Une fois qu’ils sont passés par cette petite porte et qu’ils arrivent dans un box, nous les mettons (pour la plupart) en blouse, la magnifique blouse de l’hôpital (la blanche avec les petits losanges dessus, magnifique j’vous dis). Une fois dans cette robe collection hôpital d’automne (le cul à l’air, évidemment), personne ne sait s’ils sont venus en Porsche ou à pied, s’ils ont de grands diplômes, de grandes bourses (je parle d’argent bande de pervers), s’ils sont SDF, cadres, enfin bref, vous avez compris. Nous sommes en quelque sorte le lien social, la porte populaire. Tout le monde peut venir pour un peu tout (et parfois n’importe quoi). On rencontre une multitude de personnes et c’est ce que j’aime dans ce service, c’est la pluralité des patients et notre contact qui ne prend pas en compte les origines, les situations ou toute autre chose de ce type.

Chaque « cul à l’air » sous une blouse est égal à l’autre ; ici, seule la personne dans sa globalité nous importe, nous faisons rapidement fi du reste (quand le grand monsieur X, PDG de la méga boîte de la région, vient pour ses hémorroïdes, on s’aperçoit que tout le monde fait avec les mêmes contraintes de vie).
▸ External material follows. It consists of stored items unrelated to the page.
def test_words_of_the_share() -> None:
    assert share_words(None) == (("Permitted directions: not proved yet",), ("",))
    some = Share(7.899, SPHERE_SR, 247.9, 360.0)
    assert share_words(some)[0] == ("Permitted directions: 7.8 sr, 62 % of 4π", "Permitted: 7.8 sr, 62 % of 4π")
    assert share_words(some)[1][0] == "All directions are within the travel; coplanar circle 247° of 360°"
    half = Share(3.0, 6.0, 100.0, 200.0)
    assert share_words(half)[1][0].startswith("50 % of those within the travel")
    # Nothing is rounded up.
    assert share_words(Share(SPHERE_SR - 0.01, SPHERE_SR, 359.9, 360.0))[0][0].endswith("99 % of 4π")
    assert share_words(Share(SPHERE_SR, SPHERE_SR, 360.0, 360.0))[0][0].endswith("12.5 sr, 100 % of 4π")
    assert share_words(Share(0.0, 0.0, 312.5, 360.0))[0][0] == "Permitted of the coplanar circle: 312° of 360°"
    assert share_words(Share(0.0, 0.0, 0.0, 0.0))[1][-1] == "none within the travel"


def test_words_of_a_pose() -> None:
    field = field_of(plain())
    first, forms = pose_words(field, (90.0, 0.0))
    assert first == "Now from the left"
    assert forms[0].startswith("Gantry 90°, couch 0°: ")
    # Between the angles of the map nothing is said of the clearance.
    first, forms = pose_words(field, (33.3, 0.0))
    assert forms[-1] == "Gantry 33.3°, couch 0°"
    straight = pose_words(field, (0.0, 30.0))
    assert straight[1][0].endswith("any couch angle gives this direction")


def test_words_before_the_proof() -> None:
    field = unproved_field(plain().map)
    direction = direction_with(field_of(plain()), State.PERMITTED)
    assert pointed_words(reading_of(field, direction, (0.0, 0.0)))[1][0].count("not proved yet") >= 1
On rencontre des gens aux modes de vie parfois très peu communs, des voyageurs, des aventuriers, des personnes âgées avec leurs rides pleines d’histoires passionnantes : bref, des petits bouts de vie plusieurs fois par jour. Je pense qu’un service d’urgences, même en cette période trouble, a cette fonction de réassurance : tout le monde peut passer nous voir et être pris en charge, que ce soit pour sa condition sociale, physique, psychique… Nous veillons, tel Batman en pyjama blanc, sur notre petite zone, où tout le monde défile jour après jour. Je vous fais des bisous pleins de kétamine. Votre dévoué Tété.